→ **What you are asked to do**
Your answer must be a word-for-word copy of the data.

:: Given data ::

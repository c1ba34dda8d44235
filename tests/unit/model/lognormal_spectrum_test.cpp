// SPDX-License-Identifier: GPL-2.0-or-later
#include "model/lognormal_spectrum.h"

#include <gtest/gtest.h>

#include <cmath>

#include "base/constants.h"
#include "base/error.h"
#include "sphere/angular_correlation.h"

namespace foreglow {
namespace {

// A monopole alone has the same correlation everywhere, so xi_G = ln(1 + xi) is one number.
TEST(LognormalSpectrum, OfAConstantIsItsLogarithm) {
    const auto g = make_lognormal_spectrum(std::vector<double>{4 * constants::pi * 0.3, 0, 0, 0});
    EXPECT_NEAR(g.cl[0], 4 * constants::pi * std::log(1.3), 1e-13);  // rounding of values near 3
    EXPECT_NEAR(g.variance, std::log(1.3), 1e-14);
    for (std::size_t l = 1; l < g.cl.size(); ++l)
        EXPECT_NEAR(g.cl[l], 0, 1e-14);
}

TEST(LognormalSpectrum, GivesBackItsTargetThroughTheExponential) {
    const int lmax = 200;
    std::vector<double> target(lmax + 1);
    for (std::size_t l = 20; l < target.size(); ++l)
        target[l] = 0.4 * std::pow(static_cast<double>(l), -2.5);
    const auto g = make_lognormal_spectrum(target);
    const AngularCorrelation transform(lmax, 2 * (lmax + 1));
    auto xi = transform.from_spectrum(g.cl);
    for (double& value : xi)
        value = std::expm1(value);
    const auto found = transform.to_spectrum(xi);
    const double variance = variance_of_spectrum(target);
    EXPECT_GT(variance, 0.01);  // else the logarithm would not matter
    for (std::size_t l = 20; l < target.size(); ++l)
        EXPECT_NEAR(found[l] / target[l], 1, 0.01) << l;  // power above lmax that ln(1 + xi) has is cut off
    // ln(1 + sigma^2), less what the cut at lmax takes: of order sigma^4
    EXPECT_NEAR(g.variance, std::log(1 + variance), 2 * variance * variance);
}

TEST(LognormalSpectrum, RefusesACorrelationThatNoLognormalFieldHas) {
    EXPECT_THROW(static_cast<void>(make_lognormal_spectrum(std::vector<double>{0, 10.0, 0, 0})),
                 NumericError);
}

}  // namespace
}  // namespace foreglow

:::

→ **Answer to the exercise**
repository c1ba34dda8d44235
filename tests/unit/model/lognormal_spectrum_test.cpp
// SPDX-License-Identifier: GPL-2.0-or-later
#include "model/lognormal_spectrum.h"

#include <gtest/gtest.h>

#include <cmath>

#include "base/constants.h"
#include "base/error.h"
#include "sphere/angular_correlation.h"

namespace foreglow {
namespace {

// A monopole alone has the same correlation everywhere, so xi_G = ln(1 + xi) is one number.
TEST(LognormalSpectrum, OfAConstantIsItsLogarithm) {
    const auto g = make_lognormal_spectrum(std::vector<double>{4 * constants::pi * 0.3, 0, 0, 0});
    EXPECT_NEAR(g.cl[0], 4 * constants::pi * std::log(1.3), 1e-13);  // rounding of values near 3
    EXPECT_NEAR(g.variance, std::log(1.3), 1e-14);
    for (std::size_t l = 1; l < g.cl.size(); ++l)
        EXPECT_NEAR(g.cl[l], 0, 1e-14);
}

TEST(LognormalSpectrum, GivesBackItsTargetThroughTheExponential) {
    const int lmax = 200;
    std::vector<double> target(lmax + 1);
    for (std::size_t l = 20; l < target.size(); ++l)
        target[l] = 0.4 * std::pow(static_cast<double>(l), -2.5);
    const auto g = make_lognormal_spectrum(target);
    const AngularCorrelation transform(lmax, 2 * (lmax + 1));
    auto xi = transform.from_spectrum(g.cl);
    for (double& value : xi)
        value = std::expm1(value);
    const auto found = transform.to_spectrum(xi);
    const double variance = variance_of_spectrum(target);
    EXPECT_GT(variance, 0.01);  // else the logarithm would not matter
    for (std::size_t l = 20; l < target.size(); ++l)
        EXPECT_NEAR(found[l] / target[l], 1, 0.01) << l;  // power above lmax that ln(1 + xi) has is cut off
    // ln(1 + sigma^2), less what the cut at lmax takes: of order sigma^4
    EXPECT_NEAR(g.variance, std::log(1 + variance), 2 * variance * variance);
}

TEST(LognormalSpectrum, RefusesACorrelationThatNoLognormalFieldHas) {
    EXPECT_THROW(static_cast<void>(make_lognormal_spectrum(std::vector<double>{0, 10.0, 0, 0})),
                 NumericError);
}

}  // namespace
}  // namespace foreglow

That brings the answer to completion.